44. Metaphase Checkpoint The third and final checkpoint is during M phase.
Cell growth ceases during metaphase if the chromosomes are not properly attached to the mitotic spindle.
This mechanism prevents incorrect chromosome separation that could give daughter cells the wrong number of chromosomes.
The three cell-cycle checkpoints prevent the division of cells that are damaged or that have other problems, and they prevent the growth of mature cells that should stay in the G0 state.

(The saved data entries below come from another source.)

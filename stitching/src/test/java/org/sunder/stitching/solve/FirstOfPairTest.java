package org.sunder.stitching.solve;

import static org.junit.jupiter.api.Assertions.assertArrayEquals;

import java.util.HashSet;
import java.util.List;
import java.util.Random;
import java.util.Set;
import org.junit.jupiter.api.Test;

/** {@link FirstOfPair} against a JDK hash set of (smaller, larger, sign) seen so far. */
class FirstOfPairTest {
  private static boolean[] reference(int[] a, int[] b, boolean[] attractive, int k) {
    Set<List<Object>> seen = new HashSet<>();
    boolean[] first = new boolean[k];
    for (int c = 0; c < k; c++) {
      first[c] = seen.add(List.of(Math.min(a[c], b[c]), Math.max(a[c], b[c]), attractive[c]));
    }
    return first;
  }

  @Test
  void marksTheFirstEntryOfEachPairAndSign() {
    Random random = new Random(91);
    for (int trial = 0; trial < 60; trial++) {
      int n = 1 + random.nextInt(trial % 3 == 0 ? 5 : 400);
      int k = trial == 0 ? 0 : random.nextInt(3000);
      int[] a = new int[k + random.nextInt(3)];
      int[] b = new int[a.length];
      boolean[] attractive = new boolean[a.length];
      for (int c = 0; c < a.length; c++) {
        a[c] = random.nextInt(n);
        b[c] = random.nextInt(n);
        attractive[c] = random.nextBoolean();
      }
      assertArrayEquals(reference(a, b, attractive, k),
          FirstOfPair.firsts(a, b, attractive, k, n), "trial " + trial);
    }
  }

  @Test
  void aWorkedExample() {
    // pairs {2,0}+, {0,2}+, {0,2}-, {1,1}+, {2,0}-, {1,1}+: the first of each pair and sign
    int[] a = {2, 0, 0, 1, 2, 1};
    int[] b = {0, 2, 2, 1, 0, 1};
    boolean[] attractive = {true, true, false, true, false, true};
    assertArrayEquals(new boolean[] {true, false, true, true, false, false},
        FirstOfPair.firsts(a, b, attractive, 6, 3));
  }
}
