package org.sunder.stitching.solve;

import static org.junit.jupiter.api.Assertions.assertArrayEquals;
import static org.junit.jupiter.api.Assertions.assertEquals;

import java.util.Random;
import java.util.TreeSet;
import org.junit.jupiter.api.Test;

/**
 * {@link PartNodes} against a plain reference: the inside ends collected in a
 * {@code java.util.TreeSet} (ascending, each once), each end's index found by counting the
 * smaller nodes; the predicate is asked once per distinct end.
 */
class PartNodesTest {

  @Test
  void nodesAndEndIndicesMatchASortedSet() {
    Random random = new Random(43);
    for (int trial = 0; trial < 30; trial++) {
      int m = trial == 0 ? 0 : random.nextInt(2000);
      long[] u = new long[m];
      long[] v = new long[m];
      long spread = trial % 3 == 0 ? 50 : trial % 3 == 1 ? 1L << 40 : Long.MAX_VALUE;
      for (int e = 0; e < m; e++) {
        u[e] = random.nextLong() % spread;
        v[e] = random.nextLong() % spread;
      }
      long cut = random.nextLong() % spread;
      int[] asked = new int[1];
      PartNodes part = PartNodes.of(m, e -> u[e], e -> v[e], node -> {
        asked[0]++;
        return node >= cut;
      });
      TreeSet<Long> inside = new TreeSet<>();
      TreeSet<Long> distinct = new TreeSet<>();
      for (int e = 0; e < m; e++) {
        for (long end : new long[] {u[e], v[e]}) {
          distinct.add(end);
          if (end >= cut) {
            inside.add(end);
          }
        }
      }
      long[] expectedNodes = inside.stream().mapToLong(Long::longValue).toArray();
      int[] expectedIu = new int[m];
      int[] expectedIv = new int[m];
      for (int e = 0; e < m; e++) {
        expectedIu[e] = u[e] >= cut ? inside.headSet(u[e]).size() : -1;
        expectedIv[e] = v[e] >= cut ? inside.headSet(v[e]).size() : -1;
      }
      assertArrayEquals(expectedNodes, part.nodes(), "trial " + trial);
      assertArrayEquals(expectedIu, part.iu(), "trial " + trial);
      assertArrayEquals(expectedIv, part.iv(), "trial " + trial);
      assertEquals(distinct.size(), asked[0], "inside asked once per distinct end");
    }
  }
}
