package org.sunder.stitching.solve;

import static org.junit.jupiter.api.Assertions.assertArrayEquals;
import static org.junit.jupiter.api.Assertions.assertEquals;
import static org.junit.jupiter.api.Assertions.assertTrue;

import java.util.ArrayList;
import java.util.Arrays;
import java.util.List;
import java.util.Random;
import org.junit.jupiter.api.Test;
import org.sunder.blockwise.graph.EdgeStatistics;
import org.sunder.blockwise.graph.Offsets;
import org.sunder.blockwise.grid.BlockGrid;
import org.sunder.blockwise.grid.IdLayout;
import org.sunder.stitching.RandomReducedGraphs;
import org.sunder.stitching.task.BlockSummary;
import org.sunder.stitching.task.SeamEdges;

/**
 * A part's level-1 input built from its own blocks and nearby faces equals the whole reduced
 * graph's edges with an end in the part, bit for bit (weights and sums included), in each
 * solver's row format (the multicut's joined rows of continued pairs included), also when seam
 * pairs reach two blocks (offsets longer than a block).
 */
class PartInputsTest {

  private record Volume(List<BlockSummary> summaries, List<SeamEdges> seams) {}

  /**
   * Random blocks whose segments all touch a face; pairs inside blocks, separated pairs, and
   * seam pairs to the block above each face and to its diagonal neighbours (long-range
   * offsets), several voxel edges per pair so that sums have many terms.
   */
  private static Volume volume(BlockGrid grid, IdLayout layout, Random random, boolean far) {
    int blocks = grid.blockCount();
    int[] count = new int[blocks];
    List<BlockSummary> summaries = new ArrayList<>();
    for (int b = 0; b < blocks; b++) {
      count[b] = 1 + random.nextInt(6);
    }
    for (int b = 0; b < blocks; b++) {
      int n = count[b];
      int[] boundary = new int[n];
      for (int k = 0; k < n; k++) {
        boundary[k] = k + 1;
      }
      EdgeStatistics.Accumulator inner = new EdgeStatistics.Accumulator(16);
      for (int i = 0; i < 3 * n; i++) {
        long a = layout.provisional(b, 1 + random.nextInt(n));
        long c = layout.provisional(b, 1 + random.nextInt(n));
        if (a != c) {
          inner.add(a, c, random.nextGaussian() * 0.3 + 0.1);
        }
      }
      List<long[]> separated = new ArrayList<>();
      if (n >= 2 && random.nextBoolean()) {
        separated.add(new long[] {layout.provisional(b, 1), layout.provisional(b, 2)});
      }
      long[] su = separated.stream().mapToLong(p -> p[0]).toArray();
      long[] sv = separated.stream().mapToLong(p -> p[1]).toArray();
      long[] sizes = new long[n];
      Arrays.fill(sizes, 10);
      long[] firstVoxels = new long[n];
      for (int k = 0; k < n; k++) {
        firstVoxels[k] = layout.provisional(b, boundary[k]);
      }
      summaries.add(new BlockSummary(b, sizes, boundary, new int[n], firstVoxels, inner.build(),
          su, sv, EdgeStatistics.empty()));
    }
    List<SeamEdges> seams = new ArrayList<>();
    EdgeStatistics.Accumulator[] faces = new EdgeStatistics.Accumulator[grid.faceCount()];
    EdgeStatistics.Accumulator[] continued =
        new EdgeStatistics.Accumulator[grid.faceCount()];
    long[] shape = grid.gridShape();
    for (int b = 0; b < blocks; b++) {
      for (int axis = 0; axis < shape.length; axis++) {
        int f = grid.faceIndex(b, axis);
        if (f < 0) {
          continue;
        }
        faces[f] = new EdgeStatistics.Accumulator(16);
        continued[f] = new EdgeStatistics.Accumulator(4);
        for (int i = 0; i < 6; i++) {
          long[] g = grid.gridPosition(b);
          // with offsets longer than a block, the upper end can lie two blocks up
          g[axis] += far && random.nextBoolean() && g[axis] + 2 < shape[axis] ? 2 : 1;
          for (int d = 0; d < shape.length; d++) {
            if (d != axis && random.nextInt(4) == 0) {
              g[d] = Math.max(0, Math.min(shape[d] - 1, g[d] + random.nextInt(3) - 1));
            }
          }
          int other = grid.blockIndex(g);
          long a = layout.provisional(b, 1 + random.nextInt(count[b]));
          long c = layout.provisional(other, 1 + random.nextInt(count[other]));
          faces[f].add(a, c, random.nextGaussian());
          if (random.nextInt(3) == 0) {
            // continued voxel pairs, some pairs above the joining threshold and some below
            long pairs = 1 + random.nextInt(2 * (int) GlobalSolve.MIN_CONTINUED_PAIRS);
            continued[f].add(a, c, pairs, pairs, 1, 1);
          }
        }
      }
    }
    for (int f = 0; f < faces.length; f++) {
      seams.add(new SeamEdges(f, faces[f].build(), continued[f].build()));
    }
    return new Volume(summaries, seams);
  }

  @Test
  void eachPartsInputEqualsTheWholeGraphsEdgesAtThePart() {
    Random random = new Random(13);
    int checkedParts = 0;
    int joinedRows = 0;
    for (int trial = 0; trial < 30; trial++) {
      BlockGrid grid = RandomReducedGraphs.grid(2 + random.nextInt(4), 2 + random.nextInt(3),
          1 + random.nextInt(3));
      IdLayout layout = IdLayout.forGrid(grid);
      SuperBlocks superBlocks = new SuperBlocks(grid, layout, 2);
      boolean far = trial % 2 == 1;
      int[] steps = {far ? 2 : 1, far ? 2 : 1, far ? 2 : 1};
      Volume v = volume(grid, layout, random, far);
      ReducedGraph whole = ReducedGraph.assemble(layout, v.summaries(), v.seams());
      for (PartInputs.Rows rows : PartInputs.Rows.values()) {
        SolveEdges all = switch (rows) {
          case MUTEX -> HierarchicalSolver.mutexEdges(whole);
          case LINKAGE -> HierarchicalSolver.linkageEdges(whole);
          case MULTICUT -> HierarchicalSolver.multicutEdges(whole);
        };
        for (int p = 0; p < superBlocks.partCount(1); p++) {
          int part = p;
          List<Integer> read = new ArrayList<>();
          SolveEdges built = PartInputs.levelOne(grid, superBlocks, p, rows, steps,
              b -> {
                read.add(b);
                return v.summaries().get(b);
              }, f -> v.seams().get(f));
          assertEquals(atPart(all, superBlocks, part), built,
              "trial " + trial + " part " + p + " " + rows);
          for (int e = 0; e < built.size(); e++) {
            joinedRows += built.kind(e) == MulticutPartSolver.JOINED ? 1 : 0;
          }
          for (int b : read) {
            assertEquals(part, superBlocks.partOfBlock(b, 1), "reads only its own summaries");
          }
          checkedParts++;
        }
      }
    }
    assertTrue(checkedParts > 150, "parts checked: " + checkedParts);
    assertTrue(joinedRows > 20, "joined rows checked: " + joinedRows);
  }

  @Test
  void stepsAreTheLongestOffsetInBlocksRoundedUp() {
    BlockGrid grid = BlockGrid.of(new long[] {40, 40, 40}, new int[] {4, 4, 4},
        new int[] {4, 8, 8}, new int[] {1, 1, 1});
    Offsets offsets = Offsets.of(new int[] {-1, 0, 0}, new int[] {0, -9, 0}, new int[] {0, 0, -8});
    assertArrayEquals(new int[] {1, 2, 1}, PartInputs.steps(grid, offsets));
  }

  /** What the level driver gives part {@code part}: every edge with an end in it, in order. */
  private static SolveEdges atPart(SolveEdges all, SuperBlocks superBlocks, int part) {
    SolveEdges out = new SolveEdges(16);
    for (int e = 0; e < all.size(); e++) {
      if (superBlocks.partOfNode(all.u(e), 1) == part
          || superBlocks.partOfNode(all.v(e), 1) == part) {
        out.add(all, e, all.u(e), all.v(e));
      }
    }
    return out;
  }
}
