package org.sunder.stitching;

import static org.junit.jupiter.api.Assertions.assertEquals;
import static org.junit.jupiter.api.Assertions.assertThrows;
import static org.junit.jupiter.api.Assertions.assertTrue;

import java.io.IOException;
import java.nio.file.Files;
import java.nio.file.Path;
import java.util.Arrays;
import java.util.Random;
import org.junit.jupiter.api.Test;
import org.junit.jupiter.api.io.TempDir;
import org.sunder.blockwise.ErrorKind;
import org.sunder.blockwise.SunderException;
import org.sunder.blockwise.graph.EdgeStatistics;
import org.sunder.stitching.task.BlockSummary;
import org.sunder.stitching.task.BlockSummaryFile;
import org.sunder.stitching.task.SeamEdges;
import org.sunder.stitching.task.SeamEdgesFile;
import org.sunder.testing.PythonReference;

/** The work dir's block summary and seam edge files: round trips, damage, and their layout. */
class WorkFilesTest {
  @TempDir
  Path dir;

  static EdgeStatistics randomStatistics(Random random, int rows) {
    long[] u = new long[rows];
    long[] v = new long[rows];
    double[] w = new double[rows];
    for (int i = 0; i < rows; i++) {
      u[i] = Long.MIN_VALUE + random.nextInt(50);
      v[i] = Long.MIN_VALUE + random.nextInt(50);
      w[i] = random.nextGaussian();
    }
    return EdgeStatistics.ofEdges(u, v, w);
  }

  static BlockSummary randomSummary(Random random, int block) {
    int n = 1 + random.nextInt(40);
    long[] sizes = random.longs(n, 1, 1000).toArray();
    int[] boundary = random.ints(1, n + 1).distinct().limit(random.nextInt(n + 1)).sorted()
        .toArray();
    int[] sides = random.ints(boundary.length, 0, 64).toArray();
    int sep = random.nextInt(5);
    long[] su = new long[sep];
    long[] sv = new long[sep];
    for (int i = 0; i < sep; i++) {
      su[i] = Long.MIN_VALUE + 2 * i;
      sv[i] = su[i] + 1;
    }
    long[] firstVoxels = random.longs(boundary.length, 0, Long.MAX_VALUE).toArray();
    return new BlockSummary(block, sizes, boundary, sides, firstVoxels,
        randomStatistics(random, random.nextInt(30)), su, sv,
        random.nextBoolean() ? EdgeStatistics.empty() : randomStatistics(random, 7));
  }

  @Test
  void blockSummariesRoundTripOnRandomInputs() {
    Random random = new Random(13);
    for (int trial = 0; trial < 50; trial++) {
      BlockSummary summary = randomSummary(random, trial);
      Path file = dir.resolve(trial + ".summary");
      BlockSummaryFile.Stored stored = BlockSummaryFile.write(file, summary);
      assertEquals(summary, BlockSummaryFile.read(file, stored), "trial " + trial);
      assertEquals(summary.segmentCount(), stored.segments());
      assertEquals(summary.boundaryLocalIds().length, stored.boundarySegments());
      assertEquals(summary.innerEdges().size(), stored.innerEdges());
      assertEquals(summary.separatedU().length, stored.separatedPairs());
      assertEquals(summary.innerEdges().size() + summary.interiorEdges().size(), stored.pairs());
      assertEquals(stored.bytes(), file.toFile().length());
      assertEquals(stored, BlockSummaryFile.write(file, summary), "a rewrite gives the same file");
    }
  }

  @Test
  void seamEdgesRoundTripOnRandomInputs() {
    Random random = new Random(17);
    for (int trial = 0; trial < 50; trial++) {
      SeamEdges seams = new SeamEdges(trial, randomStatistics(random, random.nextInt(60)),
          random.nextBoolean() ? EdgeStatistics.empty() : randomStatistics(random, 9));
      Path file = dir.resolve(trial + ".seams");
      SeamEdgesFile.Stored stored = SeamEdgesFile.write(file, seams);
      SeamEdges back = SeamEdgesFile.read(file, stored);
      assertEquals(seams.face(), back.face());
      assertEquals(seams.edges(), back.edges(), "trial " + trial);
      assertEquals(seams.continued(), back.continued(), "trial " + trial);
      assertEquals(seams.edges().size(), stored.edges());
      assertEquals(stored.bytes(), file.toFile().length());
    }
  }

  @Test
  void damagedMissingOrForeignFilesAreNamedErrors() throws IOException {
    BlockSummary summary = randomSummary(new Random(5), 3);
    Path file = dir.resolve("3.summary");
    BlockSummaryFile.Stored stored = BlockSummaryFile.write(file, summary);
    byte[] bytes = Files.readAllBytes(file);

    byte[] flipped = bytes.clone();
    flipped[20] ^= 1;
    Files.write(file, flipped);
    SunderException e = assertThrows(SunderException.class,
        () -> BlockSummaryFile.read(file, stored));
    assertTrue(e.getMessage().contains("checksum") && e.getMessage().contains(file.toString()),
        e.getMessage());

    Files.write(file, Arrays.copyOf(bytes, bytes.length / 2));
    assertThrows(SunderException.class, () -> BlockSummaryFile.read(file, -1));

    Files.write(file, bytes);
    e = assertThrows(SunderException.class,
        () -> BlockSummaryFile.read(file, stored.checksum() ^ 1));
    assertEquals(ErrorKind.CONFLICT, e.kind());
    assertTrue(e.getMessage().contains("recorded"), e.getMessage());

    e = assertThrows(SunderException.class, () -> SeamEdgesFile.read(file, -1));
    assertTrue(e.getMessage().contains("SUNDSEAM"), e.getMessage());

    e = assertThrows(SunderException.class,
        () -> BlockSummaryFile.read(dir.resolve("missing.summary"), -1));
    assertTrue(e.getMessage().contains("missing"), e.getMessage());

    BlockSummaryFile.Stored other = new BlockSummaryFile.Stored(4, 0, 0, 0, 0, 0,
        stored.bytes(), stored.checksum());
    e = assertThrows(SunderException.class, () -> BlockSummaryFile.read(file, other));
    assertTrue(e.getMessage().contains("expected block 4"), e.getMessage());
  }

  /**
   * Reference: Python's {@code zlib.crc32} (the CRC-32 of ISO 3309 / ITU-T V.42 that
   * {@code java.util.zip.CRC32} also computes) and {@code struct} big-endian unpacking read the
   * file independently of our reader: checksum, magic, version, block, segment sizes, boundary
   * segments' local ids and first voxels.
   */
  @Test
  void layoutMatchesAnIndependentReader() {
    PythonReference.requireModules("zlib", "struct");
    BlockSummary summary = randomSummary(new Random(30), 11);
    assertTrue(summary.boundaryLocalIds().length > 0, "a summary with boundary segments");
    Path file = dir.resolve("11.summary");
    BlockSummaryFile.write(file, summary);
    String script = String.join("\n",
        "import struct, sys, zlib",
        "data = open(sys.argv[1], 'rb').read()",
        "crc, = struct.unpack('>q', data[-8:])",
        "ok = crc == zlib.crc32(data[:-8])",
        "magic = data[:8].decode('ascii')",
        "version, block, n = struct.unpack('>iii', data[8:20])",
        "sizes = struct.unpack('>%dq' % n, data[20:20 + 8 * n])",
        "at = 20 + 8 * n",
        "b, = struct.unpack('>i', data[at:at + 4])",
        "ids = struct.unpack('>%di' % b, data[at + 4:at + 4 + 4 * b])",
        "first = struct.unpack('>%dq' % b, data[at + 4 + 8 * b:at + 4 + 16 * b])",
        "print(ok, magic, version, block, ' '.join(map(str, sizes)), '|',",
        "      ' '.join(map(str, ids)), '|', ' '.join(map(str, first)))");
    String out = PythonReference.runChecked(script, file.toString()).strip();
    StringBuilder expected = new StringBuilder("True SUNDSUMM 2 11");
    for (long size : summary.segmentSizes()) {
      expected.append(' ').append(size);
    }
    expected.append(" |");
    for (int id : summary.boundaryLocalIds()) {
      expected.append(' ').append(id);
    }
    expected.append(" |");
    for (long first : summary.boundaryFirstVoxels()) {
      expected.append(' ').append(first);
    }
    assertEquals(expected.toString(), out);
  }
}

46. Cancer: Out-of-Control Cell Division
Cancer is a common, sometimes lethal disease that affects many humans.
Cancer is a complex family of diseases caused by cells that grow in an uncontrolled fashion, that invade nearby tissues, and that spread to other sites in the body.
Cancers vary widely in time of onset, growth rate, seriousness, and cause.
Despite their differences, all cancers arise from cells in which cell-cycle checkpoints have failed.

48. Types of Cancerous Cell Defects
Cancerous cells have two types of defects:
Defects that make the proteins required for cell growth active when they should not be
Defects that prevent tumor suppressor genes from shutting down the cell cycle

49. Properties of Cancer Cells
A tumor forms when one or more cells in a multicellular organism begin to divide in an uncontrolled fashion.
Benign tumors are noninvasive and noncancerous.
Malignant tumors are invasive. They can spread throughout the body via the blood or lymph, and initiate secondary tumors.
When cancer cells detach from the original tumor and invade other tissues, this is called metastasis.

51. Cancer Involves Loss of Cell-Cycle Control
Cancers are thought to arise from cells with defects in the G1 checkpoint.

52. Social Control
Cells respond to signals from other cells, so that cells divide only when their growth benefits the whole organism. This is known as social control.
Social control is based on growth factors–polypeptides or small proteins released by cells that stimulate division in other cells.
Generally, cell cultures will not grow unless growth factors are present.
Cancer cells, however, divide without growth factors. They are no longer subject to social control at the G1 checkpoint.

53. Social Controls and Cell-Cycle Checkpoints
Rb protein enforces the G1 checkpoint, keeping the cell in G0.
Excessive growth factors can override the inhibitory effects of Rb.
Cyclin synthesis is triggered and cyclin-Cdk complexes are activated, leading to activation of the S-phase proteins.
In some human cancers, the G1 cyclin is overproduced, permanently activating Cdk, which then continuously phosphorylates its target proteins.
Either excessive growth factors or cyclin production in the absence of growth factors can cause cyclin overproduction.

55. Cancer Is a Family of Diseases
Many different types of defects can cause the G1 checkpoint to fail.
Most cancers result from multiple defects in cell-cycle regulation.
Most cancers develop only after several genes have been damaged.
The combined damage is enough to break cell-cycle control and induce uncontrolled growth and metastasis.
Each type of cancer is caused by a unique combination of errors.